It is contended that the contract in question is not unlike a contract to procure marine insurance,, or a. contract to - *270obtain a charter for a vessel, which contracts are held not to be maritime contracts. It is argued on behalf of the plaintiff that if the contract sued upon had been a contract between the plaintiff and a broker for the latter to furnish cargo space on the S. S. Laurel, and he had failed ,in the performance of the contract resulting in the identical loss sued for in this case, such a contract would not have been a maritime contract, and that admiralty would not have had jurisdiction of the cause of action.
It is true that a mere preliminary agreement, eventually leading to the making of a maritime contract, does not fall within the admiralty jurisdiction, and that under this rule the courts have held that the admiralty courts are without jurisdiction of a contract to procure a charter party or a contract to procure marine insurance or to solicit freight.
The reason for this rule is obvious from the very essence of admiralty jurisdiction, which applies only where the substance of the whole contract is maritime, it not being a sufficient foundation for admiralty jurisdiction that there is involved in a contract some ingredients of a maritime nature. Corpus Juris, 1, sec. 68, p. 1267. See cases cited.
The instant case, in our opinion, does not come within the class of cases above stated and is clearly distinguishable from the cases cited in the plaintiff’s brief.
The plaintiff here, having goods which it desired to transport by water from Mobile, Alabama, to Buenos Aires, South America, entered into a contract with the Munson Steamship Line, then controlling and operating the S. S. Laurel for and on behalf of the defendant, to furnish it cargo space for the carriage of the said goods on its vessel, the S. S. Laurel, at a designated time, from Mobile, Alabama, to Buenos Aires, South America.
This was not a preliminary contract leading to the making of a maritime contract later, but was a complete and definite contract for the performance of a maritime service. Contracts of this character are held by the courts to be within the admiralty jurisdiction. Patterson v. Baltimore Steam-Packet Co., 106 Fed. 957; Graham v. Oregon R. & Navigation Co., 135 Fed. 608; American Hawaiian S. S. Co. v. Willfuehr et al., 274 Fed. 214.

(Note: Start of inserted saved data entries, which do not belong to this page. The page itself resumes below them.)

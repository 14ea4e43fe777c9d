//! The statistics catalogue.
//!
//! Every statistic is evaluated on a *weighted* view of one sample: weights over the units of
//! its [`Layout`](crate::engine::data::Layout) that add up to the resample size. The sample itself
//! is the case where every weight is the unit's base count. One implementation per statistic
//! therefore serves the estimate, `iid` resamples (integer weights), Bayesian resamples
//! (Dirichlet weights), exact enumeration and the jackknife (one weight lowered by one).
//!
//! A statistic is defined once, in its family file: a spec type (its parameters, with their
//! ranges, defaults and docs, which the wire format, the OpenAPI document and the catalogue are
//! derived from), what it needs of the data, and its evaluation. [`statistics!`] below registers
//! each one with a single line. Families:
//!
//! - [`location`]: mean, trimmed mean, geometric mean, proportion;
//! - [`quantile`]: median, quantile (Hyndman–Fan definition 7), interquartile range, MAD;
//! - [`spread`]: variance, standard deviation, coefficient of variation;
//! - [`association`]: ratio of sums, Pearson and Spearman correlation, least-squares slope;
//! - [`binned`]: the statistics that a binned histogram gives (quantiles, mean, exceedance),
//!   read under the assumptions it states.

pub mod association;
pub mod binned;
pub mod location;
pub mod quantile;
pub mod shortcut;
pub mod spread;

use crate::engine::data::{BinLayout, ColumnLayout, DataError, Form, Layout, Sample, TableLayout};
use crate::engine::statistic::shortcut::Shortcut;
use binned::{BinStatistic, Note};

/// A statistic of one column, evaluated on a weighted view of it.
pub trait ColumnStatistic: Send + Sync {
    /// The value on a weighted resample; weights add up to the resample size. May be non-finite
    /// where the statistic is undefined on that resample; the driver counts and drops those.
    fn evaluate(&self, c: &ColumnLayout, w: &[f64], scratch: &mut Scratch) -> f64;

    /// The value on the sample itself: [`ColumnStatistic::evaluate`] at the base weights, or a
    /// quicker way to the same number.
    fn estimate(&self, c: &ColumnLayout, scratch: &mut Scratch) -> f64 {
        self.evaluate(c, &c.base, scratch)
    }

    /// Closed-form leave-one-out values, one per unit (leaving out one observation of that
    /// unit), in O(units) or O(units log units). `None` sends the jackknife to the generic path.
    fn jackknife_closed(&self, _c: &ColumnLayout) -> Option<Vec<f64>> {
        None
    }

    /// An analytic (delta-method or plug-in) standard error on a weighted sample, for the
    /// studentized interval; `None` means a nested bootstrap is needed.
    fn analytic_se(&self, _c: &ColumnLayout, _w: &[f64]) -> Option<f64> {
        None
    }

    /// How an `iid` replicate is computed straight from its stream without weights, where that
    /// changes the cost class (see [`crate::engine::statistic::shortcut`]); `None` for the plain path.
    fn shortcut(&self, _c: &ColumnLayout) -> Option<Shortcut> {
        None
    }
}

/// A statistic of named columns read together as rows, evaluated on a weighted view of them.
pub trait TableStatistic: Send + Sync {
    /// See [`ColumnStatistic::evaluate`].
    fn evaluate(&self, t: &TableLayout, w: &[f64], scratch: &mut Scratch) -> f64;

    /// See [`ColumnStatistic::jackknife_closed`].
    fn jackknife_closed(&self, _t: &TableLayout) -> Option<Vec<f64>> {
        None
    }

    /// See [`ColumnStatistic::analytic_se`].
    fn analytic_se(&self, _t: &TableLayout, _w: &[f64]) -> Option<f64> {
        None
    }
}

*271In Patterson v. Baltimore Steam-Packet Go., supra, the court said:
“ It is urged on behalf of the exceptant that the contract was not a maritime contract, but was a contract merely preliminary and leading to a maritime contract, and therefore not of admiralty cognizance. It is true that when the goods are actually put on board the ship a bill of lading is customarily given, which sets forth with particularity the stipulations of the contract of affreightment. But a bill of lading is not necessary. Ben. Adm. (3d Ed.) sec. 286. In this case there was, if the allegations of the libel be true, a concluded agreement that the exceptant, on the one hand, would be furnished space on a steamer or steamers of the Johnston Line sailing late in June, 1898, for 1,000 bales of cotton, from Baltimore to Liverpool, and, on the other hand, that the exceptant would ship the cotton, and pay 26 cents per 100 pounds freight. Is this not a final contract for a purely maritime service ? If the ship or ships were named, I think it could not be questioned. Does the fact that, instead of a named vessel, the engagement is for a vessel or vessels of an established line of steamers, sailing regularly from the port, and made with the agents known to be acting for those steamers, alter the nature of the contract or the service ? ***** * *
“ Whether the contract is maritime or not depends solely upon the subject matter and nature of the service to be performed, and results from the contract itself, and not from the performance of it. The Pacific, 1 Blatchf. 587, Fed. Cas. No. 10,643.”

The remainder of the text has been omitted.